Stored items

def certified_margins(task, plan: Plan, arrays) -> tuple[np.ndarray, list]:
    """Sound linear-gain margins [N], shape (K, P), and the gains that certify them.

    Per point, the plan's own gains when they certify more, else the best
    linear response at the plan's point. The gains of point ``p`` have shape
    (K, 3 nc, d): contact-force change per unit disturbance [N/N or N/(N m)],
    world frame, contacts stacked, projected to balance the base exactly.
    """
    columns, gains = [], []
    for p in range(len(task.disturbances)):
        column, chosen = [], []
        for k, response in knot_responses(plan, disturbance=p):
            rows = response.limit_rows()
            best = best_linear_margin(rows)
            if f"G{p}" in arrays and arrays[f"rho{p}"][0, k] > 1e-9:
                d = response.dim
                own_gains = arrays[f"G{p}"][:, k].reshape((-1, d), order="F") / arrays[f"rho{p}"][0, k]
                own = certify_gains(rows, response.active_gains(own_gains))
                best = own if own.rho >= best.rho else best
            column.append(best.rho)
            chosen.append(response.all_gains(best.gains))
        columns.append(column)
        gains.append(np.array(chosen))
    return np.array(columns).T, gains


def _finished_plan(task, objective, arrays, outcome, backend: str) -> Plan:
    solver_meta = {"stages": [s.as_dict() for s in outcome.stages]}
    final = outcome.stages[-1]
    solver_meta.update(status=final.status, iterations=sum(s.iterations for s in outcome.stages),
                       wall_time=sum(s.solve_time + s.build_time for s in outcome.stages),
                       max_violation=final.max_violation, name=backend)
    plan = _plan_arrays(task, objective, arrays, np.zeros(task.knots), solver_meta)
    supervisor.phase("certifying the plan's margins")
    margins, gains = certified_margins(task, plan, arrays)
    plan.margin = margins[:, 0].copy()
    plan.margins = margins
    for p, point_gains in enumerate(gains):
        plan.extras[response_gains_key(p)] = point_gains
    if "rho0" in arrays:
        plan.extras["margin_optimized"] = arrays["rho0"][0].copy()
    return plan


def _plan_arrays(task, objective, arrays, margin, solver_meta) -> Plan:
    K, nc = task.knots, len(task.contacts)
    active = task.schedule.loaded(task.times)
    forces = arrays["lam"].T.reshape(K, nc, 3).copy()
    forces[~active] = 0.0   # fixed at zero by their bounds; exact zeros, as the plan contract says
    return Plan(
        t=task.times.copy(), q=arrays["q"].T.copy(), v=arrays["v"].T.copy(), a=arrays["a"].T.copy(),
        tau=arrays["tau"].T.copy(),
        contact_forces=forces,
        contact_active=active,
        contact_targets=task.schedule.targets(task.times),
        margin=np.asarray(margin, float), meta=plan_meta(task, objective, solver_meta))


def plan_meta(task, objective: str, solver_meta: dict) -> dict:
    """The ``meta`` mapping of the plan/1 contract for ``task``."""
    robot = task.robot
    return {
        "format": "plan/1",
        "software": {"name": "brace", "version": __version__},
        "urdf": robot.urdf_text,
        "joint_names": list(robot.joint_names),
        "gravity": [float(g) for g in robot.gravity],
        "integrator": INTEGRATOR,
        "contact_frames": [c.frame for c in task.contacts],
        "hand_frame": robot.hand_frame,
        "contact_normals": [np.asarray(c.normal, float).tolist() for c in task.contacts],
        "friction": [float(c.friction) for c in task.contacts],
        "friction_pyramid": {"facets": int(task.facets), "inscribed": True,
                             "tangents": [np.asarray(c.tangents, float).tolist() for c in task.contacts]},
        "min_normal_force": min_normal_force_meta(task.min_normal_forces()),
        **preload_meta(task),
        **({"approach_clearance": float(task.schedule.approach_clearance),
            "touchdown_speed": float(task.schedule.touchdown_speed),
            "load_ramp": float(task.schedule.load_ramp)} if task.schedule.steps else {}),
        "torque_limits": {"lower": robot.torque_lower.tolist(), "upper": robot.torque_upper.tolist()},
        **reserves_meta(task),
        "joint_velocity_limits": robot.velocity_limit.tolist(),
        "disturbances": [{"frame": d.frame, "kind": d.kind, "shape": np.asarray(d.shape, float).tolist(),
                          "objective_weight": float(d.objective_weight)} for d in task.disturbances],
        "combine_points": task.combine_points,
        "objective": objective,
        "clearance": clearance_meta(task.clearance),
        "task": task.raw,
        "solver": solver_meta,
        **({"requirements": {"items": requirements_json(task.requirements)}} if task.requirements else {}),
        **({"contact_knot_surfaces": knot_surfaces_json(task)} if task.schedule.varies() else {}),
    }


def knot_surfaces_json(task) -> dict:
    """``meta.contact_knot_surfaces``: per knot the normal, tangents and friction each contact presses on."""
    normals, tangents, friction = task.schedule.surfaces(task.contacts, task.times)
    return {"normals": normals.tolist(), "tangents": tangents.tolist(), "friction": friction.tolist()}


def require_plan(outcome: SolveOutcome) -> Plan:
    """The outcome's plan, or :class:`SolveFailed` describing the failed stage."""
    if outcome.plan is None:
        stage = outcome.stages[-1]
        raise SolveFailed(f"the {stage.objective} stage ended with status '{stage.status}' "
                          f"({stage.message}) after {stage.iterations} iterations")
    return outcome.plan


def infeasible_point(outcome, violations) -> Plan:
    """Where ``outcome``'s last stage stopped, in the plan layout, with the diagnosis in ``meta``.

    :func:`optimizer.planfile.save_infeasible_point` marks it so no reader
    mistakes it for a plan.
    """
    last = outcome.last
    margin = last["rho0"][0].copy() if "rho0" in last else np.full(outcome.task.knots, np.nan)
    solver = {"stages": [s.as_dict() for s in outcome.stages], "status": outcome.stages[-1].status}
    point = _plan_arrays(outcome.task, outcome.objective, last, margin, solver)
    point.meta["diagnosis"] = [v.as_dict() for v in violations]
    return point
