def test_low_margins_are_flagged_in_the_terminal_and_on_the_page(workspace, tmp_path, monkeypatch):
    # A plan is flagged exactly where its exact figure is under the warning level (a fraction of m g,
    # m from Pinocchio's total mass of the plan's URDF): checked on the comparison as it is, then with the
    # level raised above every margin (every plan flagged) and lowered to zero (none flagged).
    code, out, stdout, _ = compared("crawl_space", workspace)
    names = OBJECTIVES["crawl_space"]
    plans = {name: load_plan(out / f"{name}.npz") for name in names}
    meta = plans[names[0]].meta
    model = pin.buildModelFromXML(meta["urdf"], pin.JointModelFreeFlyer())
    weight = pin.computeTotalMass(model) * np.linalg.norm(meta["gravity"])
    smallest = {name: min(c.rho for c in certify_plan(plan).knots) for name, plan in plans.items()}
    page = (out / PAGE).read_text(encoding="utf-8")
    for name in names:
        low = smallest[name] < margin_flags.DEFAULT_WARN_FRACTION * weight
        assert (f"{name}:\n  !! LOW MARGIN" in stdout) == low, (name, smallest[name])
        assert (f"low margin</span> for {_html_name(name)}:" in page) == low, name
    files = [str(out / f"{name}.npz") for name in names]
    for fraction, flagged in ((1.0, True), (0.0, False)):
        monkeypatch.setattr(margin_flags, "DEFAULT_WARN_FRACTION", fraction)
        code, text, err = run_cli(["report", *files, "--out", str(tmp_path / f"at-{fraction}"), "--frames", "2"])
        assert code in (0, 1), err
        for name in names:
            assert (f"{name}:\n  !! LOW MARGIN" in text) == flagged, (fraction, name)


def _html_name(name: str) -> str:
    return html.escape(name, quote=True)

** REQUIREMENT **
Give the records again, unchanged and complete.

** PROBLEM SOLUTION **
def certified_margins(task, plan: Plan, arrays) -> tuple[np.ndarray, list]:
    """Sound linear-gain margins [N], shape (K, P), and the gains that certify them.

    Per point, the plan's own gains when they certify more, else the best
    linear response at the plan's point. The gains of point ``p`` have shape
    (K, 3 nc, d): contact-force change per unit disturbance [N/N or N/(N m)],
    world frame, contacts stacked, projected to balance the base exactly.
    """
    columns, gains = [], []
    for p in range(len(task.disturbances)):
        column, chosen = [], []
        for k, response in knot_responses(plan, disturbance=p):
            rows = response.limit_rows()
            best = best_linear_margin(rows)
            if f"G{p}" in arrays and arrays[f"rho{p}"][0, k] > 1e-9:
                d = response.dim
                own_gains = arrays[f"G{p}"][:, k].reshape((-1, d), order="F") / arrays[f"rho{p}"][0, k]
                own = certify_gains(rows, response.active_gains(own_gains))
                best = own if own.rho >= best.rho else best
            column.append(best.rho)
            chosen.append(response.all_gains(best.gains))
        columns.append(column)
        gains.append(np.array(chosen))
    return np.array(columns).T, gains


def _finished_plan(task, objective, arrays, outcome, backend: str) -> Plan:
    solver_meta = {"stages": [s.as_dict() for s in outcome.stages]}
    final = outcome.stages[-1]
    solver_meta.update(status=final.status, iterations=sum(s.iterations for s in outcome.stages),
                       wall_time=sum(s.solve_time + s.build_time for s in outcome.stages),
                       max_violation=final.max_violation, name=backend)
    plan = _plan_arrays(task, objective, arrays, np.zeros(task.knots), solver_meta)
    supervisor.phase("certifying the plan's margins")
    margins, gains = certified_margins(task, plan, arrays)
    plan.margin = margins[:, 0].copy()
    plan.margins = margins
    for p, point_gains in enumerate(gains):
        plan.extras[response_gains_key(p)] = point_gains
    if "rho0" in arrays:
        plan.extras["margin_optimized"] = arrays["rho0"][0].copy()
    return plan


def _plan_arrays(task, objective, arrays, margin, solver_meta) -> Plan:
    K, nc = task.knots, len(task.contacts)
    active = task.schedule.loaded(task.times)
    forces = arrays["lam"].T.reshape(K, nc, 3).copy()
    forces[~active] = 0.0   # fixed at zero by their bounds; exact zeros, as the plan contract says
    return Plan(
        t=task.times.copy(), q=arrays["q"].T.copy(), v=arrays["v"].T.copy(), a=arrays["a"].T.copy(),
        tau=arrays["tau"].T.copy(),
        contact_forces=forces,
        contact_active=active,
        contact_targets=task.schedule.targets(task.times),
        margin=np.asarray(margin, float), meta=plan_meta(task, objective, solver_meta))


def plan_meta(task, objective: str, solver_meta: dict) -> dict:
    """The ``meta`` mapping of the plan/1 contract for ``task``."""
    robot = task.robot
    return {
        "format": "plan/1",
        "software": {"name": "brace", "version": __version__},
        "urdf": robot.urdf_text,
        "joint_names": list(robot.joint_names),
        "gravity": [float(g) for g in robot.gravity],
        "integrator": INTEGRATOR,
        "contact_frames": [c.frame for c in task.contacts],
        "hand_frame": robot.hand_frame,
        "contact_normals": [np.asarray(c.normal, float).tolist() for c in task.contacts],
        "friction": [float(c.friction) for c in task.contacts],
        "friction_pyramid": {"facets": int(task.facets), "inscribed": True,
                             "tangents": [np.asarray(c.tangents, float).tolist() for c in task.contacts]},
        "min_normal_force": min_normal_force_meta(task.min_normal_forces()),
        **preload_meta(task),
        **({"approach_clearance": float(task.schedule.approach_clearance),
            "touchdown_speed": float(task.schedule.touchdown_speed),
            "load_ramp": float(task.schedule.load_ramp)} if task.schedule.steps else {}),
        "torque_limits": {"lower": robot.torque_lower.tolist(), "upper": robot.torque_upper.tolist()},
        **reserves_meta(task),
        "joint_velocity_limits": robot.velocity_limit.tolist(),
        "disturbances": [{"frame": d.frame, "kind": d.kind, "shape": np.asarray(d.shape, float).tolist(),
                          "objective_weight": float(d.objective_weight)} for d in task.disturbances],
        "combine_points": task.combine_points,
        "objective": objective,
        "clearance": clearance_meta(task.clearance),
        "task": task.raw,
        "solver": solver_meta,
        **({"requirements": {"items": requirements_json(task.requirements)}} if task.requirements else {}),
        **({"contact_knot_surfaces": knot_surfaces_json(task)} if task.schedule.varies() else {}),
    }


def knot_surfaces_json(task) -> dict:
    """``meta.contact_knot_surfaces``: per knot the normal, tangents and friction each contact presses on."""
    normals, tangents, friction = task.schedule.surfaces(task.contacts, task.times)
    return {"normals": normals.tolist(), "tangents": tangents.tolist(), "friction": friction.tolist()}


def require_plan(outcome: SolveOutcome) -> Plan:
    """The outcome's plan, or :class:`SolveFailed` describing the failed stage."""
    if outcome.plan is None:
        stage = outcome.stages[-1]
        raise SolveFailed(f"the {stage.objective} stage ended with status '{stage.status}' "
                          f"({stage.message}) after {stage.iterations} iterations")
    return outcome.plan


def infeasible_point(outcome, violations) -> Plan:
    """Where ``outcome``'s last stage stopped, in the plan layout, with the diagnosis in ``meta``.

    :func:`optimizer.planfile.save_infeasible_point` marks it so no reader
    mistakes it for a plan.
    """
    last = outcome.last
    margin = last["rho0"][0].copy() if "rho0" in last else np.full(outcome.task.knots, np.nan)
    solver = {"stages": [s.as_dict() for s in outcome.stages], "status": outcome.stages[-1].status}
    point = _plan_arrays(outcome.task, outcome.objective, last, margin, solver)
    point.meta["diagnosis"] = [v.as_dict() for v in violations]
    return point
def test_low_margins_are_flagged_in_the_terminal_and_on_the_page(workspace, tmp_path, monkeypatch):
    # A plan is flagged exactly where its exact figure is under the warning level (a fraction of m g,
    # m from Pinocchio's total mass of the plan's URDF): checked on the comparison as it is, then with the
    # level raised above every margin (every plan flagged) and lowered to zero (none flagged).
    code, out, stdout, _ = compared("crawl_space", workspace)
    names = OBJECTIVES["crawl_space"]
    plans = {name: load_plan(out / f"{name}.npz") for name in names}
    meta = plans[names[0]].meta
    model = pin.buildModelFromXML(meta["urdf"], pin.JointModelFreeFlyer())
    weight = pin.computeTotalMass(model) * np.linalg.norm(meta["gravity"])
    smallest = {name: min(c.rho for c in certify_plan(plan).knots) for name, plan in plans.items()}
    page = (out / PAGE).read_text(encoding="utf-8")
    for name in names:
        low = smallest[name] < margin_flags.DEFAULT_WARN_FRACTION * weight
        assert (f"{name}:\n  !! LOW MARGIN" in stdout) == low, (name, smallest[name])
        assert (f"low margin</span> for {_html_name(name)}:" in page) == low, name
    files = [str(out / f"{name}.npz") for name in names]
    for fraction, flagged in ((1.0, True), (0.0, False)):
        monkeypatch.setattr(margin_flags, "DEFAULT_WARN_FRACTION", fraction)
        code, text, err = run_cli(["report", *files, "--out", str(tmp_path / f"at-{fraction}"), "--frames", "2"])
        assert code in (0, 1), err
        for name in names:
            assert (f"{name}:\n  !! LOW MARGIN" in text) == flagged, (fraction, name)


def _html_name(name: str) -> str:
    return html.escape(name, quote=True)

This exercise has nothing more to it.